Your reply should hold only the lines from the one containing "measured = fixture.respond(drive).total(times)" to the final line of the listing below, restated word for word.

━━━ DATA EXTRACTS ━━━

class TestAnalysisExport:
    def test_saved_analysis_reads_back(self, tmp_path):
        bench = switched_bench(tolerance=fo.Tolerance.lsb(16, 5.0), sample_delay="0.8m")
        bench.fields["rs"].value = "2.2k"
        bench.edit_cell(3, "vdac", "-1.5")
        path = bench.save_analysis(tmp_path / "a.json", title="hold capacitor")
        again = fo.Analysis.load(path)
        assert again.fixture.part_map["rs"].value == 2200.0
        assert again.drive == bench.drive
        assert again.tolerance == fo.Tolerance.lsb(16, 5.0)
        assert again.sample_delay == 0.8e-3
        np.testing.assert_allclose(again.response.boundary, bench.response.boundary, rtol=0, atol=0)

    def test_long_delay_is_kept_per_segment(self, tmp_path):
        bench = rc_bench(tolerance=fo.Tolerance.absolute("10m"), sample_delay="2m")
        analysis = bench.analysis()
        np.testing.assert_allclose(analysis.sample_delay, [1e-3, 2e-3, 2e-3])

    def test_report_is_written(self, tmp_path):
        bench = rc_bench(tolerance=fo.Tolerance.absolute("10m"))
        path = bench.report(tmp_path / "r.html")
        assert fo.Analysis.load(path).drive == bench.drive


class TestTrace:
    def test_residual_against_model(self):
        fixture = fo.Fixture.rc(r="10k", c="100n")
        drive = fo.Drive.steps([(0, 0.0), ("1m", 5.0)], end="6m")
        times = np.linspace(0, 6e-3, 601)
        measured = fixture.respond(drive).total(times) + 1e-3
        bench = Bench(fixture, drive, trace=SimpleNamespace(times=times, values=measured, name="scope ch1"))
        np.testing.assert_allclose(bench.sources["residual"].data["y"], 1e-3, atol=1e-12)
        assert "residual rms 1 mV" in bench.info.value

    def test_trace_must_have_fields(self):
        with pytest.raises(ValueError, match="times"):
            rc_bench(trace=SimpleNamespace(values=[1.0], name="x"))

━━━

▸ **SOLUTION**
        measured = fixture.respond(drive).total(times) + 1e-3
        bench = Bench(fixture, drive, trace=SimpleNamespace(times=times, values=measured, name="scope ch1"))
        np.testing.assert_allclose(bench.sources["residual"].data["y"], 1e-3, atol=1e-12)
        assert "residual rms 1 mV" in bench.info.value

    def test_trace_must_have_fields(self):
        with pytest.raises(ValueError, match="times"):
            rc_bench(trace=SimpleNamespace(values=[1.0], name="x"))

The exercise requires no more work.